When you look at the painting from a distanced point of view, you can easily read the “peace” symbol, used by hippies during the Vietnam war. This symbol is powerful, everyone know its meaning, everyone can recognize its shape; he is popular and has been spread all over the world since the sixties.
When you see it at first, your thoughts are focused on peace, on the hippie movement or anything related to this movement and the knowledge you have about it, like flowers, long beards and haircuts, small communities, love, Woodstock, guitar and so on, and so forth. Only a glance at this symbol suffice to generate happy thoughts in your mind, to fulfill the moment with joy and good feelings. But after a few seconds you notice that something is not right. From the distance you see that the symbol has a strange feature, it seems light, filled with air, unstructured, almost superficial, like if it could disappear in a second.
When you come closer, as you would do with any other painting, you see that the main symbol is filled with a thousand of christian crosses, a tragic symbol of death. Like if it was a peace-symbol-shaped graveyard. The happy thoughts are now slowly vanishing into the void and you might be confused, wondering which symbol is above the other.

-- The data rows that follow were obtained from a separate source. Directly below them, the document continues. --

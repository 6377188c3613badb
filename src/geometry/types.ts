/**
 * The one geometry representation every stage uses: plain readonly data, millimetres and radians,
 * y up. Arcs stay arcs; a full circle is a loop of one arc with |sweepRad| = 2π.
 * Orientation: outer loops counter-clockwise, inner loops clockwise (material is always on the left).
 */

export type Vec2 = readonly [number, number];

export type Line = Readonly<{ kind: 'line'; start: Vec2; end: Vec2 }>;

/** Circular arc from angle startRad, turning by sweepRad (positive = counter-clockwise). */
export type Arc = Readonly<{ kind: 'arc'; center: Vec2; radius: number; startRad: number; sweepRad: number }>;

export type Segment = Line | Arc;

/** A closed chain: each segment ends where the next begins, the last ends where the first begins. */
export type Loop = readonly Segment[];

export type BBox = readonly [minX: number, minY: number, maxX: number, maxY: number];

/** For the default branch of an exhaustive switch: reaching it is a bug. */
export function assertNever(x: never): never {
  throw new Error(`unexpected value: ${JSON.stringify(x)}`);
}
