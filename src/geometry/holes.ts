import type { Design } from '../params/design.js';
import { clearanceHoleMm, countersunkHeadMm } from '../params/screws.js';
import type { Feature, FeaturePurpose, ScrewSize } from './part.js';
import { circle, roundedRect, slot } from './primitives.js';
import { reverseLoop } from './loop.js';
import type { Loop, Vec2 } from './types.js';
import { add, polar } from './vec.js';

export type SourcedFeature = Feature & Readonly<{ sourcePath: string }>;

/** A round clearance hole for a screw, ISO 273 series from the design. */
export function screwHole(d: Design, center: Vec2, screw: ScrewSize, purpose: FeaturePurpose, sourcePath: string): SourcedFeature {
  const dia = clearanceHoleMm(screw, d.cutting.holeSeries);
  return { loop: circle(center, dia / 2, false), kind: 'hole', purpose, screw, centerMm: center, diameterMm: dia, sourcePath };
}

/** A round hole of a given diameter that no screw sizes (e.g. a motor bore). */
export function plainHole(center: Vec2, diameterMm: number, purpose: FeaturePurpose, sourcePath: string): SourcedFeature {
  return { loop: circle(center, diameterMm / 2, false), kind: 'hole', purpose, centerMm: center, diameterMm, sourcePath };
}

/** Inner contour from a counter-clockwise shape (reversed to clockwise). */
export function cutout(shape: Loop, kind: 'slot' | 'cutout', purpose: FeaturePurpose, sourcePath: string, screw?: ScrewSize): SourcedFeature {
  return { loop: reverseLoop(shape), kind, purpose, sourcePath, ...(screw ? { screw } : {}) };
}

/**
 * Motor bolt pattern about `center`, rotated so angle 0 points from the motor towards the arm tip.
 * Bolts sit at 45°, 135°, 225°, 315°; with two circles (n×m) the 45°/225° pair uses the first and the
 * 135°/315° pair the second. With three bolts the one at 225° (root side) is left out. Slotted holes
 * run radially from the smaller circle to the larger so either pattern fits.
 */
export function motorHoles(d: Design, center: Vec2, rotRad: number, sourcePath: string): SourcedFeature[] {
  const m = d.motor;
  const dia = clearanceHoleMm(m.boltSize, d.cutting.holeSeries);
  const angles = [45, 135, 225, 315].filter((a) => m.boltCount === 4 || a !== 225);
  const out: SourcedFeature[] = [];
  for (const deg of angles) {
    const a = rotRad + (deg * Math.PI) / 180;
    if (m.slotted) {
      const [c1, c2] = [...m.boltCircleMm].sort((p, q) => p - q);
      out.push(cutout(slot(add(center, polar(c1 / 2, a)), add(center, polar(c2 / 2, a)), dia), 'slot', 'motor-bolt', `${sourcePath}.boltCircleMm`, m.boltSize));
    } else {
      const circleMm = m.boltCircleMm.length === 2 && (deg === 135 || deg === 315) ? m.boltCircleMm[1] : m.boltCircleMm[0];
      out.push(screwHole(d, add(center, polar(circleMm / 2, a)), m.boltSize, 'motor-bolt', `${sourcePath}.boltCircleMm`));
    }
  }
  if (m.boreMm > 0) out.push(plainHole(center, m.boreMm, 'motor-bore', `${sourcePath}.boreMm`));
  return out;
}

/** Radius of the smallest disc around the motor centre that keeps tipPadMarginMm round every motor hole. */
export function motorPadRadius(d: Design): number {
  const dia = clearanceHoleMm(d.motor.boltSize, d.cutting.holeSeries);
  const holes = Math.max(...d.motor.boltCircleMm) / 2 + dia / 2 + d.arms.tipPadMarginMm;
  const guard = d.arms.tipGuardMm > 0 ? d.motor.bellDiameterMm / 2 + d.arms.tipGuardMm : 0;
  return Math.max(holes, guard);
}

/**
 * Four holes on a square of side sideMm centred at `center` (flight-controller stack pattern),
 * optionally countersunk from the bottom face for flush 90° heads (ISO 14581 / ISO 10642 head size).
 */
export function squareHoles(d: Design, center: Vec2, sideMm: number, screw: ScrewSize, sourcePath: string, countersunk = false): SourcedFeature[] {
  const h = sideMm / 2;
  return ([[h, h], [-h, h], [-h, -h], [h, -h]] as Vec2[]).map((o) => {
    const hole = screwHole(d, add(center, o), screw, 'stack-bolt', sourcePath);
    return countersunk ? { ...hole, countersink: { headDiameterMm: countersunkHeadMm(screw), face: 'bottom' as const } } : hole;
  });
}

/** Rounded-rectangle cut-out; corners never below the router bit radius. */
export function roundedCutout(
  center: Vec2,
  lengthMm: number,
  widthMm: number,
  cornerMm: number,
  purpose: FeaturePurpose,
  sourcePath: string,
): SourcedFeature {
  return cutout(roundedRect(center, lengthMm, widthMm, cornerMm), 'cutout', purpose, sourcePath);
}
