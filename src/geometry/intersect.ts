import type { Arc, Line, Segment, Vec2 } from './types.js';
import { arcParamOfAngle, closestPoint, endOf, pointAt, startOf } from './segment.js';
import { cross, dist, dot, sub } from './vec.js';

/** A meeting point of two segments: parameters on each (0..1) and the point. */
export type Hit = Readonly<{ t: number; u: number; point: Vec2 }>;

/**
 * Every point where two segments meet, including the ends of overlapping stretches (collinear
 * lines, arcs on one circle), so that splitting at them separates shared from unshared pieces.
 * tolMm decides when points are the same.
 */
export function intersectSegments(a: Segment, b: Segment, tolMm: number): Hit[] {
  if (a.kind === 'line' && b.kind === 'line') return lineLine(a, b, tolMm);
  if (a.kind === 'line' && b.kind === 'arc') return lineArc(a, b, tolMm);
  if (a.kind === 'arc' && b.kind === 'line') return lineArc(b, a, tolMm).map((h) => ({ t: h.u, u: h.t, point: h.point }));
  return arcArc(a as Arc, b as Arc, tolMm);
}

function endpointTouches(a: Segment, b: Segment, tolMm: number): Hit[] {
  const hits: Hit[] = [];
  for (const [pa, ta] of [[startOf(a), 0], [endOf(a), 1]] as const) {
    const c = closestPoint(b, pa);
    if (c.distance <= tolMm) hits.push({ t: ta, u: c.t, point: pa });
  }
  for (const [pb, ub] of [[startOf(b), 0], [endOf(b), 1]] as const) {
    const c = closestPoint(a, pb);
    if (c.distance <= tolMm) hits.push({ t: c.t, u: ub, point: pb });
  }
  return hits;
}

function dedupe(hits: Hit[], tolMm: number): Hit[] {
  const out: Hit[] = [];
  for (const h of hits) if (!out.some((o) => dist(o.point, h.point) <= tolMm)) out.push(h);
  return out;
}

function lineLine(a: Line, b: Line, tolMm: number): Hit[] {
  const r = sub(a.end, a.start);
  const s = sub(b.end, b.start);
  const denom = cross(r, s);
  const qp = sub(b.start, a.start);
  const lr = Math.hypot(r[0], r[1]);
  const ls = Math.hypot(s[0], s[1]);
  const hits = endpointTouches(a, b, tolMm);
  if (Math.abs(denom) > 1e-12 * lr * ls) {
    const t = cross(qp, s) / denom;
    const u = cross(qp, r) / denom;
    const et = tolMm / lr;
    const eu = tolMm / ls;
    if (t >= -et && t <= 1 + et && u >= -eu && u <= 1 + eu) {
      hits.push({ t: clamp01(t), u: clamp01(u), point: pointAt(a, clamp01(t)) });
    }
  }
  return dedupe(hits, tolMm);
}

function lineArc(l: Line, a: Arc, tolMm: number): Hit[] {
  const hits = endpointTouches(l, a, tolMm);
  const d = sub(l.end, l.start);
  const f = sub(l.start, a.center);
  const A = dot(d, d);
  const B = 2 * dot(f, d);
  const C = dot(f, f) - a.radius * a.radius;
  let disc = B * B - 4 * A * C;
  const ll = Math.sqrt(A);
  // Tangency within tolerance counts as one touching point.
  const distToCentre = Math.abs(cross(d, f)) / ll;
  if (disc < 0 && Math.abs(distToCentre - a.radius) <= tolMm) disc = 0;
  if (disc >= 0) {
    const sq = Math.sqrt(disc);
    for (const t of disc === 0 ? [-B / (2 * A)] : [(-B - sq) / (2 * A), (B * -1 + sq) / (2 * A)]) {
      const et = tolMm / ll;
      if (t < -et || t > 1 + et) continue;
      const tc = clamp01(t);
      const p = pointAt(l, tc);
      const u = arcParamOfAngle(a, Math.atan2(p[1] - a.center[1], p[0] - a.center[0]), tolMm / a.radius);
      if (!Number.isNaN(u)) hits.push({ t: tc, u, point: p });
    }
  }
  return dedupe(hits, tolMm);
}

function arcArc(a: Arc, b: Arc, tolMm: number): Hit[] {
  const hits = endpointTouches(a, b, tolMm);
  const d = dist(a.center, b.center);
  const concentric = d <= tolMm && Math.abs(a.radius - b.radius) <= tolMm;
  if (!concentric && d > 1e-12) {
    const r0 = a.radius;
    const r1 = b.radius;
    if (d <= r0 + r1 + tolMm && d >= Math.abs(r0 - r1) - tolMm) {
      const x = (d * d + r0 * r0 - r1 * r1) / (2 * d);
      const h = Math.sqrt(Math.max(0, r0 * r0 - x * x));
      const ex = [(b.center[0] - a.center[0]) / d, (b.center[1] - a.center[1]) / d];
      const base: Vec2 = [a.center[0] + ex[0] * x, a.center[1] + ex[1] * x];
      const pts: Vec2[] = h <= 1e-12 ? [base] : [
        [base[0] - ex[1] * h, base[1] + ex[0] * h],
        [base[0] + ex[1] * h, base[1] - ex[0] * h],
      ];
      for (const p of pts) {
        const t = arcParamOfAngle(a, Math.atan2(p[1] - a.center[1], p[0] - a.center[0]), tolMm / a.radius);
        const u = arcParamOfAngle(b, Math.atan2(p[1] - b.center[1], p[0] - b.center[0]), tolMm / b.radius);
        if (!Number.isNaN(t) && !Number.isNaN(u)) hits.push({ t, u, point: p });
      }
    }
  }
  return dedupe(hits, tolMm);
}

const clamp01 = (x: number): number => (x < 0 ? 0 : x > 1 ? 1 : x);
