import type { Design } from '../params/design.js';
import { unionLoops } from './boolean.js';
import { filletCorners, filletInsideCorners } from './fillet.js';
import { signedArea } from './loop.js';
import { motorHoles, motorPadRadius, screwHole, type SourcedFeature } from './holes.js';
import type { Member } from './part.js';
import { circle, polygon, roundedRect, slot } from './primitives.js';
import { assertNever, type Loop, type Vec2 } from './types.js';
import { lerp } from './vec.js';

/** Outline pieces, holes and members of one arm in its own frame: root end at x = 0, motor on +x. */
export type ArmShape = Readonly<{
  /** Counter-clockwise loops whose union is the arm (before fillets). */
  pieces: readonly Loop[];
  members: readonly Member[];
  features: readonly SourcedFeature[];
  lengthMm: number;
  rootLengthMm: number;
}>;

/** Width of the arm where it is clamped: the truss spread, or the (root) width of a bar arm. mm. */
export const armRootWidthMm = (d: Design): number => (d.arms.style === 'truss' ? d.arms.truss!.spreadMm : (d.arms.widthMm ?? 0));

/**
 * Length of the arm's root block: for separate arms the root bolts with their edge margins; a
 * unibody arm's block lies inside the body and only needs to hold the struts' ends (two bit widths). mm.
 */
export const rootBlockLength = (d: Design): number =>
  d.arms.construction === 'separate'
    ? 2 * d.arms.root.edgeMarginMm + (d.arms.root.boltCount - 1) * d.arms.root.boltSpacingMm
    : 2 * d.cutting.toolDiameterMm;

/**
 * Arm in its own frame. `lengthMm` is root end to motor centre. Separate arms carry their root
 * bolts; a unibody arm has none.
 */
export function armShape(d: Design, lengthMm: number, sourcePath = 'arms'): ArmShape {
  const a = d.arms;
  const L = lengthMm;
  const padR = motorPadRadius(d);
  const rootLen = rootBlockLength(d);
  const pieces: Loop[] = [circle([L, 0], padR)];
  const members: Member[] = [];
  // Straight and tapered arms have a width (validated in params); a truss takes its widths from arms.truss.
  const width = a.widthMm ?? 0;
  switch (a.style) {
    case 'straight':
      pieces.push(roundedRect([L / 2, 0], L, width, Math.min(2, width / 2 - 0.01)));
      members.push({ name: 'arm', startMm: [0, 0], endMm: [L, 0], widthMm: width });
      break;
    case 'tapered': {
      const w0 = width / 2;
      const w1 = (a.tipWidthMm ?? width) / 2;
      pieces.push(filletCorners(polygon([[0, -w0], [L, -w1], [L, w1], [0, w0]]), Math.min(2, w0 * 0.9, w1 * 0.9), 'outside'));
      members.push({ name: 'arm', startMm: [0, 0], endMm: [L, 0], widthMm: (width + (a.tipWidthMm ?? width)) / 2 });
      break;
    }
    case 'truss': {
      const t = a.truss!;
      const spread = t.spreadMm;
      // Strut ends sit 1 mm inside the root block so no strut edge runs along a block edge.
      const mainStart: Vec2 = [rootLen / 2, spread / 2 - t.mainWidthMm / 2 - 1];
      const secStart: Vec2 = [rootLen / 2, -(spread / 2 - t.secondaryWidthMm / 2 - 1)];
      const meet = lerp(mainStart, [L, 0], t.meetFraction);
      pieces.push(roundedRect([rootLen / 2, 0], rootLen, spread, Math.min(2, spread / 2 - 0.01)));
      pieces.push(slot(mainStart, [L, 0], t.mainWidthMm));
      pieces.push(slot(secStart, meet, t.secondaryWidthMm));
      members.push({ name: 'main strut', startMm: mainStart, endMm: [L, 0], widthMm: t.mainWidthMm });
      members.push({ name: 'secondary strut', startMm: secStart, endMm: meet, widthMm: t.secondaryWidthMm });
      break;
    }
    default:
      return assertNever(a.style);
  }
  const features: SourcedFeature[] = [];
  if (a.construction === 'separate') {
    for (let i = 0; i < a.root.boltCount; i++) {
      features.push(screwHole(d, [a.root.edgeMarginMm + i * a.root.boltSpacingMm, 0], a.root.boltSize, 'arm-root-bolt', `${sourcePath}.root`));
    }
  }
  features.push(...motorHoles(d, [L, 0], 0, 'motor'));
  return { pieces, members, features, lengthMm: L, rootLengthMm: rootLen };
}

/**
 * Union of the pieces with inside corners rounded; enclosed windows come back as clockwise loops.
 */
export function filletedUnion(pieces: readonly Loop[], filletMm: number): { outline: Loop; windows: Loop[] } {
  const loops = unionLoops(pieces).map((l) => filletInsideCorners(l, filletMm));
  const outer = loops.filter((l) => isCcw(l));
  return { outline: outer[0], windows: loops.filter((l) => !isCcw(l)) };
}

const isCcw = (l: Loop): boolean => signedArea(l) > 0;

My point here, is that in our occidental world, we are usually taking everything we have for granted. As citizens born in freedom, liberty and equal right, we tend to forgot that a lot of people died, fighting for their rights and believes and therefore ours. Strong symbols are a condensed version of history, they reminds us past events, may they be tough or soft. So we don’t forget that behind peace and liberty hides ancient war and struggles.